After three days of demos, panels, and candid conversations with CHROs, CTOs, and founders, four trends emerged that I believe will define how we train and enable global teams in the AI era.

Four Trends Shaping AI-Enabled Learning

1. Scale Without Risk: The New AI Imperative

The biggest surprise at Transform wasn't the enthusiasm for AI. It was the fear.

Every CHRO I spoke with wanted to move faster with AI adoption. But they're paralyzed by a very real concern: compliance risk. Companies are facing class action lawsuits based on their AI governance. Even when using established LLMs like Anthropic or OpenAI as the underlying technology, organizations are being held liable for outcomes.

The solution isn't to slow down. It's to scale with guardrails.

What I heard repeatedly was that the companies winning at AI adoption are those that are radically transparent about data usage. They communicate clearly to employees about what data is collected, how it's stored, and what it's used for. This transparency isn't just good ethics. It's the foundation of employee trust that makes AI adoption possible.

The takeaway: Don't let compliance concerns delay your AI strategy. Let them empower you to move with greater confidence.
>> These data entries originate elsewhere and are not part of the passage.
"""The HTML report and its figures, built from a real run of the bundled sample."""

from __future__ import annotations

import json
import math
import shutil
from html.parser import HTMLParser
from pathlib import Path

import matplotlib

matplotlib.use("Agg")

import numpy as np  # noqa: E402
import pandas as pd  # noqa: E402
import pytest  # noqa: E402

from driftloop import cli  # noqa: E402
from driftloop.constants import EARTH_ROTATION_RATE_RAD_S  # noqa: E402
from driftloop.report import figures as fg  # noqa: E402
from driftloop.report.html import CAUTION, build_report  # noqa: E402

SAMPLE = Path(__file__).resolve().parent.parent / "sample_tracks" / "orravane_a.csv"
CHROMIUM = Path("/usr/bin/chromium")
CHROMEDRIVER = Path("/usr/bin/chromedriver")


@pytest.fixture(scope="module")
def run_dir(tmp_path_factory) -> Path:
    out = tmp_path_factory.mktemp("report_run")
    rc = cli.main(["analyse", str(SAMPLE), "--out", str(out), "--no-land-test", "--quiet"])
    assert rc in (0, None)
    return out


@pytest.fixture(scope="module")
def tables(run_dir):
    ids = {"drifter_id": str}
    return {
        "fixes": pd.read_csv(run_dir / "fixes.csv", dtype=ids),
        "resampled": pd.read_csv(run_dir / "resampled.csv", dtype=ids),
        "loops": pd.read_csv(run_dir / "loops.csv", dtype=ids),
        "spectra": pd.read_csv(run_dir / "spectra.csv", dtype=ids),
        "summary": json.loads((run_dir / "summary.json").read_text(encoding="utf-8")),
    }


@pytest.fixture(scope="module")
def report(run_dir) -> Path:
    return build_report(run_dir)


class _Collector(HTMLParser):
    """Collect tags with attributes, table rows and the visible text."""

    def __init__(self) -> None:
        super().__init__(convert_charrefs=True)
        self.tags: list[tuple[str, dict]] = []
        self.text: list[str] = []
        self.table_stack: list[str] = []
        self.in_tbody = False
        self.rows: dict[str, int] = {}

    def handle_starttag(self, tag, attrs):
        a = dict(attrs)
        self.tags.append((tag, a))
        if tag == "table":
            self.table_stack.append(a.get("id") or "")
        elif tag == "tbody":
            self.in_tbody = True
        elif tag == "tr" and self.in_tbody and self.table_stack:
            key = self.table_stack[-1]
            self.rows[key] = self.rows.get(key, 0) + 1

    def handle_endtag(self, tag):
        if tag == "table" and self.table_stack:
            self.table_stack.pop()
        elif tag == "tbody":
            self.in_tbody = False

    def handle_data(self, data):
        self.text.append(data)


@pytest.fixture(scope="module")
def parsed(report) -> _Collector:
    p = _Collector()
    p.feed(report.read_text(encoding="utf-8"))
    p.close()
    return p


def test_report_is_self_contained(parsed, report):
    for tag, attrs in parsed.tags:
        for name in ("src", "href", "data", "srcset", "action", "poster"):
            value = (attrs.get(name) or "").strip()
            if not value:
                continue
            if tag == "img" and name == "src":
                assert value.startswith("data:image/"), value[:60]
            else:
                assert value.startswith("#"), f"<{tag} {name}={value[:60]!r}>"
        if tag in ("script", "link", "iframe", "object", "embed"):
            assert "src" not in attrs and "href" not in attrs, (tag, attrs)
    text = report.read_text(encoding="utf-8")
    assert "http://" not in text and "https://" not in text
    assert "@import" not in text and "url(" not in text
    imgs = [a for t, a in parsed.tags if t == "img"]
    assert len(imgs) >= 3
    assert (report.parent / "report.html") == report


def test_report_contents(parsed, tables):
    text = " ".join(parsed.text)
    assert CAUTION in text
    assert "not an operational search-and-rescue (SAR) system" in text
    assert "licensed practice" in text
    assert text.count("not an operational search-and-rescue") == 1  # said once, not twice
    drifters = set(tables["fixes"]["drifter_id"].astype(str))
    assert drifters
    for d in drifters:
        assert d in text
    prov = tables["summary"]["provenance"]
    assert prov["version"] in text
    assert "wavelet.beta" in text and "qc.speed_fail_m_s" in text
    assert parsed.rows["event-table"] == len(tables["loops"])
    for event in tables["loops"]["event_id"].astype(str):
        assert event in text


def test_report_is_written_atomically(run_dir, report):
    assert report.read_text(encoding="utf-8").rstrip().endswith("</html>")
    assert not [p for p in run_dir.iterdir() if p.name.startswith(".report.html.")]


def test_build_report_needs_the_run_files(tmp_path):
    with pytest.raises(FileNotFoundError, match="summary.json"):
        build_report(tmp_path)


def _labels(fig):
    return [(ax.get_xlabel(), ax.get_ylabel()) for ax in fig.axes]


def test_map_aspect_and_labels(tables):
    fig = fg.track_map(tables["resampled"], tables["fixes"], tables["loops"])
    ax = fig.axes[0]
    expected = 1.0 / math.cos(math.radians(float(tables["resampled"]["lat"].mean())))
    assert ax.get_aspect() == pytest.approx(expected, rel=0.01)
    assert "(degrees east)" in ax.get_xlabel() and "(degrees north)" in ax.get_ylabel()
    assert ax.get_legend() is not None
    legend = [t.get_text() for t in ax.get_legend().get_texts()]
    assert any(t.startswith("inertial") for t in legend)
    assert any("QC fail" in t for t in legend)


def test_period_latitude_curve(tables):
    fig = fg.period_latitude(tables["loops"])
    ax = fig.axes[0]
    (line,) = [ln for ln in ax.get_lines() if ln.get_label() == "inertial period"]
    x, y = (np.asarray(v, dtype=float) for v in line.get_data())
    t30 = math.pi / (EARTH_ROTATION_RATE_RAD_S * math.sin(math.radians(30.0))) / 3600.0
    assert t30 == pytest.approx(23.934, abs=5e-4)
    north = x > 0
    assert np.interp(30.0, x[north], y[north]) == pytest.approx(t30, rel=1e-4)
    south = x < 0
    assert np.interp(-30.0, x[south], y[south]) == pytest.approx(t30, rel=1e-4)
    assert ax.get_xlabel() == "Latitude (degrees north)" and ax.get_ylabel() == "Period (h)"
    assert ax.get_yscale() == "log"


def test_spectrum_figure(tables):
    fig = fg.rotary_spectrum(tables["spectra"], "(release)", 43.5)
    ax = fig.axes[0]
    assert ax.get_xscale() == "log" and ax.get_yscale() == "log"
    assert "(cycles per day, cpd)" in ax.get_xlabel()
    assert "(m/s)$^2$/cpd" in ax.get_ylabel()
    f_cpd = 24.0 / float(fg.inertial_period_h(43.5))
    assert any(np.allclose(ln.get_xdata(), f_cpd) for ln in ax.get_lines())
    assert "Period (h)" in [c.get_xlabel() for c in ax.child_axes]


def test_scalogram_and_qc_figures(tables):
    drifter = sorted(tables["resampled"]["drifter_id"].unique())[0]
    config = fg.wavelet_config_from(tables["summary"]["provenance"]["parameters"])
    fig = fg.scalogram(tables["resampled"], drifter, config)
    panels = [a for a in fig.axes if a.get_ylabel() == "Period (h)"]
    assert len(panels) == 2
    assert all(a.get_yscale() == "log" for a in panels)
    assert panels[1].get_xlabel() == "Time (UTC)"
    assert any(a.get_ylabel() == "|W| (m/s)" for a in fig.axes)
    labels = {ln.get_label() for a in panels for ln in a.get_lines()}
    assert {"local inertial period", "ridge"} <= labels
    qc = fg.qc_timeline(tables["fixes"], drifter, tables["resampled"])
    assert qc.axes[0].get_xlabel() == "Time (UTC)" and qc.axes[0].get_ylabel() == "QC flag"


@pytest.mark.parametrize("suffix", [".png", ".svg"])
def test_save_figure_atomic(tmp_path, tables, suffix):
    fig = fg.period_latitude(tables["loops"])
    out = fg.save_figure(fig, tmp_path / f"pl{suffix}", dpi=60)
    assert out.is_file() and out.stat().st_size > 1000
    assert [p.name for p in tmp_path.iterdir()] == [out.name]
    with pytest.raises(ValueError, match="png or .svg"):
        fg.save_figure(fig, tmp_path / "pl.pdf")


def _circle_track(lat: float, days: float = 20.0, speed: float = 0.2) -> pd.DataFrame:
    """Hourly resampled track of a pure clockwise inertial circle at one latitude.

    The Coriolis parameter comes from TEOS-10's ``gsw.f`` (an outside
    reference), so the expected period 2 pi / f does not use driftloop code.
    """
    import gsw

    f = float(gsw.f(lat))
    t = np.arange(int(days * 24)) * 3600.0
    z = speed * np.exp(-1j * f * t)  # clockwise in the north (f > 0)
    x = np.cumsum(z) * 3600.0
    m_per_deg = 111_320.0
    times = pd.Timestamp("2025-03-01T00:00:00Z") + pd.to_timedelta(t, unit="s")
    return pd.DataFrame({
        "drifter_id": "CIRCLE-1", "segment": 0,
        "time": times.strftime("%Y-%m-%dT%H:%M:%SZ"),
        "lat": lat + x.imag / m_per_deg,
        "lon": -40.0 + x.real / (m_per_deg * math.cos(math.radians(lat))),
        "u": z.real, "v": z.imag, "sigma_m": 10.0, "in_gap": False, "gap_h": 0.0,
    })


def test_scalogram_ridge_sits_at_the_inertial_period_row():
    import gsw

    lat = 45.0
    period_h = 2 * math.pi / float(gsw.f(lat)) / 3600.0  # TEOS-10 Coriolis parameter
    assert period_h == pytest.approx(16.93, abs=0.01)  # from memory: 16.9 h at 45 N
    fig = fg.scalogram(_circle_track(lat), "CIRCLE-1")
    top, bottom = [a for a in fig.axes if a.get_ylabel() == "Period (h)"]
    ridges = [ln for ln in bottom.get_lines() if ln.get_label() in ("ridge", "_child1")
              or ln.get_color() == fg.PALETTE["vermillion"]]
    assert ridges, "no ridge drawn in the clockwise panel"
    y = np.concatenate([np.asarray(ln.get_ydata(), dtype=float) for ln in ridges])
    assert np.median(y) == pytest.approx(period_h, rel=0.01)
    assert not [ln for ln in top.get_lines() if ln.get_color() == fg.PALETTE["vermillion"]]
    # the brightest row of the clockwise image is the inertial period
    (mesh,) = bottom.collections[:1]
    amp = np.asarray(mesh.get_array()).reshape(-1, len(_circle_track(lat)))
    periods = np.asarray(mesh.get_coordinates())[:, 0, 1]
    middle = amp[:, amp.shape[1] // 2]
    brightest = periods[int(np.argmax(middle))]
    step = abs(math.log(periods[1] / periods[0]))  # log-spaced period rows
    # one of the two rows that bracket the inertial period
    assert abs(math.log(brightest / period_h)) <= step * 1.01
    # clockwise motion only in the clockwise transform (away from the record's ends)
    top_amp = np.asarray(top.collections[0].get_array()).reshape(amp.shape)
    assert float(top_amp[:, amp.shape[1] // 2].max()) < 0.05 * float(middle.max())


def test_qc_timeline_draws_every_fix_in_its_flag_row(tables):
    fixes = tables["fixes"]
    drifter = str(fixes.loc[fixes["qc_flag"] == 4, "drifter_id"].iloc[0])
    fig = fg.qc_timeline(fixes, drifter, tables["resampled"])
    ax = fig.axes[0]
    mine = fixes[fixes["drifter_id"].astype(str) == drifter]
    legend = {t.get_text() for t in ax.get_legend().get_texts()}
    for code, (name, _) in fg.FLAG_COLOURS.items():
        assert f"{name} ({int((mine['qc_flag'] == code).sum())})" in legend


def test_drift_figure_arrows_point_where_the_drift_goes(tables):
    summary = tables["summary"]
    fig = fg.drift_dispersion(summary, tables["resampled"])
    ax_map, ax_k = fig.axes[:2]
    arrows = [a for a in ax_map.texts if getattr(a, "arrow_patch", None) is not None
              and a.get_text() == ""]
    drifters = sorted(summary["drifters"])
    assert len(arrows) == len(drifters) + 1  # one per drifter and the 0.1 m/s key
    aspect = fg.map_aspect(tables["resampled"].groupby("drifter_id")["lat"].mean().to_numpy())
    for arrow, d in zip(arrows, drifters, strict=False):
        (x1, y1), (x0, y0) = arrow.xy, arrow.xyann
        # compass bearing, clockwise from north (common practice), on an equal-distance frame
        bearing = math.degrees(math.atan2((x1 - x0) * aspect, y1 - y0)) % 360.0
        expected = summary["drifters"][d]["drift"]["mean_drift_direction_deg"]
        assert (bearing - expected + 180.0) % 360.0 - 180.0 == pytest.approx(0.0, abs=0.5)
    k = [ln for ln in ax_k.get_lines() if len(ln.get_xdata()) == 1]
    values = sorted(float(ln.get_ydata()[0]) for ln in k)
    expected_k = sorted(summary["drifters"][d]["drift"]["dispersion"]["vector"]
                        ["diffusivity_m2_s"] for d in drifters)
    assert values == pytest.approx(expected_k, rel=1e-9)


def test_report_has_the_drift_table_and_the_run_clock(parsed, tables, run_dir):
    summary = tables["summary"]
    assert parsed.rows["drift-table"] == len(summary["drifters"]) + 1  # and the release
    text = " ".join(parsed.text)
    k = summary["drift"]["dispersion"]["vector"]["diffusivity_m2_s"]
    assert f"{k:.0f}" in text
    assert "Taylor 1921" in text
    run = json.loads((run_dir / "provenance.json").read_text(encoding="utf-8"))
    assert f"Run written {run['written_utc']}" in text
    assert f"analysis took {run['run_seconds']:.1f} s" in text


def _chromium_driver(tmp_path):
    webdriver = pytest.importorskip("selenium.webdriver")
    from selenium.webdriver.chrome.service import Service

    options = webdriver.ChromeOptions()
    options.binary_location = str(CHROMIUM)
    for arg in ("--headless", "--no-sandbox", "--disable-gpu",
                "--disable-background-networking", "--no-first-run",
                "--disable-component-update", "--disable-sync", "--window-size=1280,2000",
                f"--user-data-dir={tmp_path / 'profile'}"):
        options.add_argument(arg)
    options.set_capability("goog:loggingPrefs", {"browser": "ALL"})
    return webdriver.Chrome(service=Service(executable_path=str(CHROMEDRIVER)), options=options)


@pytest.mark.skipif(not (CHROMIUM.exists() and CHROMEDRIVER.exists()),
                    reason="needs /usr/bin/chromium and /usr/bin/chromedriver "
                           "(apt-get install -y chromium chromium-driver)")
def test_report_renders_in_a_real_browser(report, run_dir, tmp_path, monkeypatch):
    monkeypatch.setenv("SE_OFFLINE", "true")  # selenium must not look for drivers online
    driver = _chromium_driver(tmp_path)
    try:
        driver.set_page_load_timeout(120)
        driver.get(report.resolve().as_uri())
        assert driver.title == f"driftloop report: {run_dir.name}"
        images = driver.execute_script(
            "return Array.from(document.images).map("
            "function(i){return [i.complete, i.naturalWidth, i.naturalHeight];});")
        assert len(images) >= 3
        assert all(done and w > 0 and h > 0 for done, w, h in images), images
        # the event table sorts when its period header is clicked
        header = driver.find_element("xpath", "//table[@id='event-table']//th[.='Period (h)']")
        header.click()
        column = [h.text for h in driver.find_elements(
            "xpath", "//table[@id='event-table']//th")].index("Period (h)") + 1
        periods = [float(c.get_attribute("data-v")) for c in driver.find_elements(
            "xpath", f"//table[@id='event-table']/tbody/tr/td[{column}]")]
        assert len(periods) > 1 and periods == sorted(periods)
        errors = [e for e in driver.get_log("browser") if e.get("level") == "SEVERE"]
        assert not errors, errors
        shot = tmp_path / "shot.png"
        assert driver.save_screenshot(str(shot))
    finally:
        driver.quit()
    import matplotlib.image as mpimg

    rgb = (np.asarray(mpimg.imread(shot))[..., :3] * 255).astype(np.uint8).reshape(-1, 3)
    assert len(np.unique(rgb[::7], axis=0)) > 200  # a rendered page, not a blank one
    shutil.rmtree(tmp_path / "profile", ignore_errors=True)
Build your AI initiatives on a foundation of transparency and clear data governance from day one.

2. In-the-Moment Training: The End of the 60-Minute Course

Here's what surprised me most about the Transform expo floor: we are in the middle of a learning revolution defined by speed and context.

While leaders are demanding real-time, contextual learning, I saw booth after booth showcasing elaborate, structured courses and manual content creation tools that would have felt cutting-edge five years ago. Some things are moving at breakneck speed in our industry, yet many tech providers haven't kept pace with what's actually happening in the market.

Here's what the data shows: no effective employee learning module is longer than 15 minutes. The era of hour-long training that employees click through while checking email is over.

There is a fundamental shift happening in L&D. The CHROs I spoke with aren't focused on traditional company-wide training anymore. Their priorities have shifted to hyper-speed learning customized for different geos, especially for global teams; GTM effectiveness, including real-time coaching for sales teams; and in-the-moment feedback, instead of waiting until after a call to provide coaching.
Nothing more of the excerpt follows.